W czasie zdarzeń objętych aktem oskarżenia H. S. miał znacznie ograniczoną zdolność rozpoznania znaczenia czynu oraz pokierowania swoim postępowaniem.

Tożsamych zachowań oskarżony dopuszczał się względem pokrzywdzonego już wcześniej, o czym świadczy sporządzony akt oskarżenia o sygn. 1 Ds. (...) przeciwko H. S. z dnia 28.03.2013 r. o to, że „ w okresie czasu od grudnia 2007 roku do 17 stycznia 2013 roku w miejscowości C., gm. C., woj. (...) fizycznie i psychicznie znęcał się nad swoim ojcem M. S. w ten sposób, że znajdując się w stanie nietrzeźwości wszczynał w mieszkaniu awantury w trakcie których wyzywał go słowami powszechnie uważanymi za obelżywe, popychał, groził pozbawieniem życia tj. o przestępstwo określone w art. 207 § 1 kk.

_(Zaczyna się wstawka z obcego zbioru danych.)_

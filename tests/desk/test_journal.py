"""Every use case leaves one line in the journal, and the journal alone can tell the whole meet."""

from __future__ import annotations

import shutil
from collections.abc import Callable
from dataclasses import dataclass, field, replace
from datetime import timedelta
from fractions import Fraction
from pathlib import Path

import pytest
from hypothesis import HealthCheck, given, settings
from hypothesis import strategies as st

from app.desk.bar import bar_carries, bar_is_not_loaded, end_hold, hold_platform
from app.desk.entry import Desk
from app.desk.equipment import LiftWish, save_lifts, save_plates, save_tools, stock_seen
from app.desk.errors import DeskError
from app.desk.hub import platform_topic
from app.desk.roster import import_roster
from app.desk.setup import add_platform, start_meet
from app.desk.undo import redo, undo
from app.meet.model import Result
from app.store.engine import make_engine, reading
from app.store.tables import AttemptRow, PlatformRow
from tests.cast import (
    ADA,
    BO,
    FLIGHT_A,
    FLIGHT_B,
    LUC,
    OLGA,
    ROSTER,
    SQUAT,
    START,
    WANDA,
    Hall,
    kg,
    open_desk,
    ready_meet,
)
from tests.desk.checks import check_board, replayed, rows
from tests.desk.forms import plate_rows, tool_rows


def seen(hall: Hall) -> str:
    now = hall.picture()
    return stock_seen(now.stock, now.tools)


def no_quarters(hall: Hall) -> None:
    save_plates(hall.desk, hall.platform_id, plate_rows(hall.picture())[:-1], seen(hall), who=OLGA)


def spare_bar(hall: Hall) -> None:
    spare = {"id": "", "name": "Spare", "kind": "bar", "mass": "15"}
    save_tools(hall.desk, hall.platform_id, [*tool_rows(hall.picture()), spare], seen(hall), who=OLGA)


def in_fives(hall: Hall) -> None:
    wish = LiftWish(hall.lift_id(SQUAT), str(hall.picture().tools[0].id), "5", "1", "plates", "total")
    save_lifts(hall.desk, hall.platform_id, [wish], who=OLGA)


def loaded_and_back(hall: Hall) -> None:
    hall.load()
    bar_is_not_loaded(hall.desk, 1, who=LUC)


def held_and_on(hall: Hall) -> None:
    hold_platform(hall.desk, 1, who=LUC)
    end_hold(hall.desk, 1, who=WANDA)


def declared_and_undone(hall: Hall) -> None:
    hall.declare(BO, 2, "120")
    undo(hall.desk, 1, None, who=WANDA)


ONE_LINE: dict[str, tuple[Callable[[Hall], object], list[tuple[int | None, str, str]]]] = {
    "declare": (
        lambda hall: hall.declare(BO, 2, "120"),
        [(1, WANDA, "Bo Carver: Squat, 2nd declared at 120")],
    ),
    "judge": (
        lambda hall: hall.judge(ADA, 1, Result.MISSED),
        [(1, WANDA, "Ada Brook: Squat, 1st: no lift at 100")],
    ),
    "bar is loaded, and not": (
        loaded_and_back,
        [(1, LUC, "Hall: bar is loaded (100)"), (1, LUC, "Hall: bar is not loaded yet (100)")],
    ),
    "hold and end of hold": (
        held_and_on,
        [(1, LUC, "Hall: hold (100)"), (1, WANDA, "Hall: hold ended (100)")],
    ),
    "what is on the bar": (
        lambda hall: bar_carries(hall.desk, 1, "unknown", who=LUC),
        [(1, LUC, "Hall: bar is unknown, build from empty (100)")],
    ),
    "bring a flight": (lambda hall: hall.bring(FLIGHT_B, SQUAT), [(1, WANDA, "Hall: Flight B, Squat")]),
    "plates": (no_quarters, [(1, OLGA, "Hall: plates changed")]),
    "bars and belts": (spare_bar, [(1, OLGA, "Hall: bars and belts changed")]),
    "settings of lifts": (in_fives, [(1, OLGA, "Hall: settings of the lifts changed")]),
    "undo": (
        declared_and_undone,
        [
            (1, WANDA, "Bo Carver: Squat, 2nd declared at 120"),
            (1, WANDA, "undone: Bo Carver: Squat, 2nd declared at 120"),
        ],
    ),
    "roster": (
        lambda hall: import_roster(hall.desk, 1, "name,lot,flight\nFay Green,6,Flight A\n", who=OLGA),
        [(None, OLGA, "roster: 1 lifters added, 0 updated")],
    ),
    "platform": (
        lambda hall: add_platform(hall.desk, 1, "Stage", "belt-kg", who=OLGA),
        [(None, OLGA, "platform Stage set up: Belt lifts, kg steel plates")],
    ),
    "meet": (
        lambda hall: start_meet(hall.desk, "Quay Cup", "kg", who=OLGA),
        [(None, OLGA, "meet Quay Cup started")],
    ),
}


@pytest.mark.parametrize(("entry", "expected"), ONE_LINE.values(), ids=list(ONE_LINE))
def test_a_use_case_leaves_one_line_of_who_what_and_when_and_the_lines_before_it_as_they_were(
    hall: Hall, entry, expected
) -> None:
    before, revision = hall.journal(), hall.picture().revision
    at = START + timedelta(seconds=60)
    entry(replace(hall, desk=replace(hall.desk, clock=lambda: at)))
    after = hall.journal()
    assert [row.model_dump() for row in after[: len(before)]] == [row.model_dump() for row in before]
    new = after[len(before) :]
    assert [(row.platform_id, row.who, row.what) for row in new] == expected
    assert {row.at for row in new} == {at}
    counted = [
        revision + step if platform else None for step, (platform, _, _) in enumerate(expected, start=1)
    ]
    assert [row.revision for row in new] == counted
    assert replayed(after) == rows(hall.desk.engine)


def test_a_line_holds_each_touched_row_before_and_after(hall: Hall) -> None:
    attempt = hall.attempt(ADA, 1)
    hall.load()
    hall.judge(ADA, 1, Result.GOOD)
    edits = {
        (edit["table"], edit["id"]): (edit["before"], edit["after"]) for edit in hall.journal()[-1].edits
    }
    hand = {"attempt": attempt.id, "weight": "100", "before": [], "stack": ["25", "10", "2.5"], "why": ""}
    before, after = edits.pop(("attempt", attempt.id))
    assert before == {
        "result": "open",
        "version": attempt.version,
        "entered_by": OLGA,
        "entered_at": before["entered_at"],
        "lifted_at": None,
    }
    assert after == {
        "result": "good",
        "version": attempt.version + 1,
        "entered_by": WANDA,
        "entered_at": hall.journal()[-1].at.isoformat(),
        "lifted_at": hall.journal()[-1].at.isoformat(),
    }
    before, after = edits.pop(("platform", 1))
    assert before == {"condition": "lifting", "hand": hand, "loaded_at": before["loaded_at"]}
    assert (after["condition"], after["hand"]["attempt"]) == ("changing", hall.attempt(BO, 1).id)
    assert edits == {}


def test_a_refused_entry_leaves_no_line(hall: Hall) -> None:
    before = len(hall.journal())
    with pytest.raises(DeskError):
        hall.declare(BO, 2, "118")
    assert len(hall.journal()) == before


def test_redo_enters_again_what_was_undone_and_the_journal_tells_that_too(hall: Hall) -> None:
    declared_and_undone(hall)
    redo(hall.desk, 1, None, who=WANDA)
    assert hall.attempt(BO, 2).weight == 120
    assert hall.journal()[-1].what == "entered again: Bo Carver: Squat, 2nd declared at 120"
    assert replayed(hall.journal()) == rows(hall.desk.engine)


@dataclass
class Reader:
    """A hub that looks at the meet the moment it is told of a change, through a connection of its own."""

    url: str
    attempt_id: int
    read: list[tuple[str, int, Fraction | None]] = field(default_factory=list)

    def publish(self, topic: str) -> None:
        """Look at once, as a page does."""
        engine = make_engine(self.url)
        with reading(engine) as session:
            revision = session.get_one(PlatformRow, 1).revision
            self.read.append((topic, revision, session.get_one(AttemptRow, self.attempt_id).weight))
        engine.dispose()


def with_reader(hall: Hall) -> tuple[Hall, Reader]:
    """The hall with a hub that reads Bo's second attempt whenever it is told of anything."""
    hub = Reader(str(hall.desk.engine.url), hall.attempt(BO, 2).id)
    return replace(hall, desk=replace(hall.desk, hub=hub)), hub


def test_pages_are_told_after_the_commit_and_only_of_what_changed(hall: Hall) -> None:
    heard, hub = with_reader(hall)
    revision = hall.picture().revision
    heard.declare(BO, 2, "120")
    heard.declare(BO, 2, "120")
    with pytest.raises(DeskError):
        heard.declare(BO, 2, "118")
    assert hub.read == [(platform_topic(1), revision + 1, kg(120))]


def test_an_entry_of_the_meet_tells_the_pages_of_every_platform(halls: tuple[Hall, Hall]) -> None:
    heard, hub = with_reader(halls[0])
    import_roster(heard.desk, 1, "name,lot,flight\nFay Green,6,Flight A\n", who=OLGA)
    assert [topic for topic, _, _ in hub.read] == [platform_topic(1), platform_topic(2)]


# Any day at all: entries picked blindly, refused ones too. Whatever happens, the journal tells it, every shown stack
# sums, and an instruction that is out is changed by nothing but the crew's word or a result.

moves = st.lists(
    st.tuples(
        st.sampled_from(
            [
                "declare",
                "declare",
                "judge",
                "judge up",
                "judge up",
                "load",
                "load",
                "unload",
                "hold",
                "go on",
                "answer",
                "bring",
                "undo",
                "redo",
                "plates",
                "bar",
                "roster",
            ]
        ),
        st.integers(0, 1000),
    ),
    max_size=14,
)


def move(hall: Hall, what: str, pick: int) -> None:
    """One blind entry; ``pick`` chooses its details."""
    programme = hall.picture().sessions[0][2]
    attempt = programme.attempts[pick % len(programme.attempts)]
    lifter = next(one.name for one in programme.lifters if one.id == attempt.lifter_id)
    lift = programme.lift(attempt.lift_id).name
    up = hall.board().up
    if what == "declare":
        hall.declare(lifter, attempt.number, str(25 + pick % 90 * 2.5), lift)
    elif what == "judge":
        hall.judge(lifter, attempt.number, list(Result)[pick % 4], lift)
    elif what == "judge up" and up is not None:
        hall.judge(up.lifter.name, up.attempt.number, list(Result)[1 + pick % 3], hall.board().lift.name)
    elif what == "load":
        hall.load()
    elif what == "unload":
        bar_is_not_loaded(hall.desk, 1, who=LUC)
    elif what == "hold":
        hold_platform(hall.desk, 1, who=LUC)
    elif what == "go on":
        end_hold(hall.desk, 1, who=LUC)
    elif what == "answer":
        bar_carries(hall.desk, 1, ["before", "shown", "empty", "unknown"][pick % 4], who=LUC)
    elif what == "bring":
        hall.bring([FLIGHT_A, FLIGHT_B][pick % 2], programme.lifts[pick % 3].name)
    elif what == "undo":
        undo(hall.desk, 1, None, who=WANDA)
    elif what == "redo":
        redo(hall.desk, 1, None, who=WANDA)
    elif what == "plates":
        rows_now = plate_rows(hall.picture())
        rows_now[pick % len(rows_now)]["count"] = str(pick % 5)
        save_plates(hall.desk, 1, rows_now, seen(hall), who=OLGA)
    elif what == "bar":
        first, *others = tool_rows(hall.picture())
        save_tools(hall.desk, 1, [first | {"mass": ["20", "15"][pick % 2]}, *others], seen(hall), who=OLGA)
    elif what == "roster":
        import_roster(hall.desk, 1, ROSTER.replace("100,9", f"{80 + pick % 20 * 2.5},9"), who=OLGA)


LETS_GO = {"load", "judge", "judge up", "answer"}  # the only entries that may end or change an instruction


@settings(max_examples=25, suppress_health_check=[HealthCheck.function_scoped_fixture, HealthCheck.too_slow])
@given(day=moves)
def test_on_any_day_the_journal_tells_all_every_stack_sums_and_the_crews_change_stands(
    ready_file, tmp_path_factory, day
) -> None:
    file = Path(shutil.copy(ready_file, tmp_path_factory.mktemp("day")))
    hall = Hall(open_desk(file))
    for what, pick in day:
        before, entries = hall.picture(), len(hall.journal())
        try:
            move(hall, what, pick)
        except DeskError:
            assert (hall.picture(), len(hall.journal())) == (before, entries)
            continue
        after = hall.picture()
        if before.bar.hand is not None and what not in LETS_GO:
            assert after.bar.hand == before.bar.hand
        check_board(hall.board())
        assert after.revision - before.revision == len(hall.journal()) - entries
    assert replayed(hall.journal()) == rows(hall.desk.engine)
    hall.desk.engine.dispose()


def test_a_meet_made_anew_is_the_same_meet(desk: Desk, hall: Hall) -> None:
    """The cast's clock and numbers are its own, so that tests may name them."""
    assert replayed(ready_meet(desk).journal()) == rows(hall.desk.engine)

Obecnie oskarżony jest osobą niekaraną, w sprawie nie zakończyło się postępowanie karne.

Powyższe ustalenia Sąd poczynił na podstawie wyjaśnień oskarżonego H. S. (k. 51-52, 88-90) w zakresie w jakim znajdują odzwierciedlenie w pozostałym uznanym za wiarygodny materiale dowodowym, zeznań pokrzywdzonego M. S. (k. 5-7, 90-92, 101), zeznań świadków W. S. (k. 44-45, 92-93), J. M. (37-38, 101), I. B. (k. 39-40, 93), K. R. (k. 107), a ponadto dokumentów w postaci notatek urzędowych (k. 1-1v,19, 20,21,22, 23, 24, 25, 26, 27, 28, 29, 30, 31, 47), niebieskiej karty (k. 15-18), notatników służbowych (k. 32-36 ), aktu oskarżenia w sprawie 2 Ds.(...) (k.10-11), karty karnej (k. 49), opinii sądowo – psychiatrycznej (k. 72-74).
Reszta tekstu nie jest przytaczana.